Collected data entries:
===

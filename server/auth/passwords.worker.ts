import bcrypt from 'bcryptjs';
import { answerQuestions } from '../workers/answer.ts';
import type { PasswordAnswer, PasswordQuestion } from './passwords.ts';

answerQuestions<PasswordQuestion, PasswordAnswer>((question) =>
  question.kind === 'hash'
    ? { hash: bcrypt.hashSync(question.password, question.cost), matches: false }
    : { hash: '', matches: bcrypt.compareSync(question.password, question.hash) },
);
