import { memo, useState } from 'react';
import { useLayout } from '@/components/theme/layout.ts';
import { explainText, type Explained } from '@/components/text/pierce-explain.ts';
import { resultLabel, resultValue, type ResultName } from '@/components/text/pierce-results.ts';
import {
  conditionWords,
  nozzleWords,
  revisionText,
  sectionText,
  thicknessRangeText,
} from '@/components/text/pierce.ts';
import { FigureButton } from '@/components/ui/figure-button.tsx';
import { Sheet } from '@/components/ui/sheet.tsx';
import { Stack } from '@/components/ui/stack.tsx';
import { Small } from '@/components/ui/text.tsx';
import { useUnitSystem } from '@/components/ui/unit-system.ts';
import type { NozzleRow } from '@/shared/machines.ts';
import type { StrategyContent } from '@/shared/strategies.ts';
import type { Nozzle } from '@/strategy/machine.ts';
import type { ReserveRules } from '@/strategy/pierce/index.ts';
import { quantityText } from '@/strategy/units/index.ts';
import { ExplainDialog, ResultGrid } from './explain.tsx';
import type { LivePrediction } from './use-prediction.ts';

export type SectionFiguresProps = {
  /** What is drawn above. */
  shown: LivePrediction;
  /** As it stands on the screen, for the title block. */
  content: StrategyContent;
  machine: { name: string; revisionNumber: number } | null;
  nozzle: (Nozzle & Pick<NozzleRow, 'name'>) | null;
  /** The least reserves the plant asks for. */
  rules: ReserveRules;
};

/** What the section comes to: breakthrough and reserve in words, the title block, and every result, each of which explains itself. */
export const SectionFigures = memo(function SectionFigures(props: SectionFiguresProps) {
  const { shown, content, machine, nozzle, rules } = props;
  const { wide } = useLayout();
  const system = useUnitSystem();
  const [explained, setExplained] = useState<Explained | null>(null);
  const { prediction } = shown;
  const from = { prediction, content: shown.content, nozzle, rules, system };
  const reserve = (name: 'reserveCold' | 'reserveHot') => {
    const value = resultValue(name, prediction, system);
    return (
      <FigureButton
        value={value}
        align={wide ? 'left' : 'right'}
        spoken={explainText.spoken(resultLabel[name], value)}
        onPress={() => setExplained({ name })}
      />
    );
  };
  return (
    <>
      <Stack gap="xs">
        <Small>{conditionWords(sectionText.coldAt(prediction.cold.plateTemperature, system), prediction.cold)}</Small>
        <Small>{conditionWords(sectionText.hotAt(prediction.hot.plateTemperature, system), prediction.hot)}</Small>
      </Stack>
      <Sheet
        label={revisionText.section}
        cells={[
          {
            label: revisionText.block.plate,
            value: `${content.gradeGroup}, ${thicknessRangeText(content.thickness, system)}`,
            share: 1.5,
          },
          ...(machine
            ? [
                {
                  label: revisionText.block.machine,
                  value: revisionText.block.machineRevision(machine.name, machine.revisionNumber),
                  share: 1.6,
                },
              ]
            : []),
          ...(nozzle ? [{ label: revisionText.block.nozzle, value: nozzleWords(nozzle, system), share: 1.5 }] : []),
          { label: revisionText.block.goodTo, value: quantityText(content.hottestPlate, 'temperature', system).text },
          { label: revisionText.block.cold, value: reserve('reserveCold') },
          { label: revisionText.block.hot, value: reserve('reserveHot') },
        ]}
      />
      <ResultGrid names={resultNames} from={from} onExplain={setExplained} />
      <ExplainDialog explained={explained} from={from} onClose={() => setExplained(null)} />
    </>
  );
});

const resultNames: readonly ResultName[] = [
  'throughCold',
  'throughHot',
  'routine',
  'crater',
  'leadIn',
  'eruption',
  'meanPower',
  'peakPower',
  'energy',
  'pulses',
  'heatLeft',
  'oxygen',
];
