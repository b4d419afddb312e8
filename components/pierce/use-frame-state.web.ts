import { useCallback, useRef, useState } from 'react';
import { flushSync } from 'react-dom';

/**
 * State that is drawn at most once a frame however often it is set; null is drawn at once. React Native can't have a change drawn in the
 * frame it is made in; the browser's renderer can.
 */
export function useFrameState<T>(first: T | null): [T | null, (next: T | null) => void] {
  const [state, setState] = useState(first);
  const waiting = useRef<{ frame: number; next: T } | null>(null);
  const set = useCallback((next: T | null) => {
    if (next === null) {
      if (waiting.current) cancelAnimationFrame(waiting.current.frame);
      waiting.current = null;
      setState(null);
      return;
    }
    if (waiting.current) {
      waiting.current.next = next;
      return;
    }
    const frame = requestAnimationFrame(() => {
      const last = waiting.current;
      waiting.current = null;
      // drawn in this very frame, not in one after it
      if (last) flushSync(() => setState(last.next));
    });
    waiting.current = { frame, next };
  }, []);
  return [state, set];
}
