// `npm run outside`: the checks against outside values, a line each with its source and standing.
import fs from 'node:fs';
import path from 'node:path';
import { houseFolder } from './folders.mjs';
import { ensurePackages } from './packages.mjs';
import { runCommand, say } from './say.mjs';

await runCommand(async () => {
  ensurePackages();
  const { runTool } = await import('./tool.mjs');
  const report = path.join(houseFolder(), 'outside.jsonl');
  fs.rmSync(report, { force: true });
  const code = await runTool('vitest', ['run', '--project', 'node', '--reporter=dot', 'tests/outside'], {
    OUTSIDE_REPORT: report,
  });
  const lines = fs.existsSync(report) ? fs.readFileSync(report, 'utf8').trim().split('\n') : [];
  const checks = lines
    .map((line) => JSON.parse(line))
    .sort((a, b) => String(a.id).localeCompare(String(b.id), 'en', { numeric: true }));
  for (const one of checks) {
    const figures = `${JSON.stringify(one.got)} against ${JSON.stringify(one.expected)} ${one.unit}`;
    say(`${one.ok ? 'ok    ' : 'FAILED'} ${one.id}  ${one.what}: ${figures}  [${one.standing}] ${one.source}`);
  }
  const failed = checks.filter((one) => !one.ok).length;
  say(`outside: ${checks.length} values, ${new Set(checks.map((one) => one.source)).size} sources, ${failed} failed`);
  if (code !== 0 || failed > 0 || checks.length === 0) process.exitCode = 1;
});
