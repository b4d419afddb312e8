import type { Condition, Prediction } from '@/shared/strategies.ts';
import type { Stage } from '@/strategy/pierce/stage.ts';

/** Another pierce drawn behind this one, thin and dotted, to compare with: a former revision, a proposal. */
export type Ghost = {
  /** Said beside its trace. */
  readonly label: string;
  readonly stages: readonly Stage[];
  readonly routineTime: number; // s
  readonly cold: Pick<Condition, 'trace' | 'breakthrough' | 'thickness'>;
};

export const ghostOf = (label: string, stages: readonly Stage[], { routineTime, cold }: Prediction): Ghost => ({
  label,
  stages,
  routineTime,
  cold,
});
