import { knotText } from '@/components/text/pierce-designer.ts';
import type { FocusScale } from '@/strategy/machine.ts';
import type { Stage } from '@/strategy/pierce/stage.ts';
import type { UnitSystem } from '@/strategy/units/index.ts';
import type { Knot } from './knots.ts';

/** A knot's value as it is read, with the dial's number beside a focus position. */
export function knotValueText(knot: Knot, stages: readonly Stage[], scale: FocusScale, system: UnitSystem): string {
  const [{ stage, end }] = knot.ends;
  return knotText.value(knot, stages[stage]?.[end].standoff ?? 0, scale, system);
}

===

-- WHAT YOU WILL DO --
Please give the number of lines above in which the word "trace" appears, without any other text.

-- EXPECTED ANSWER --
2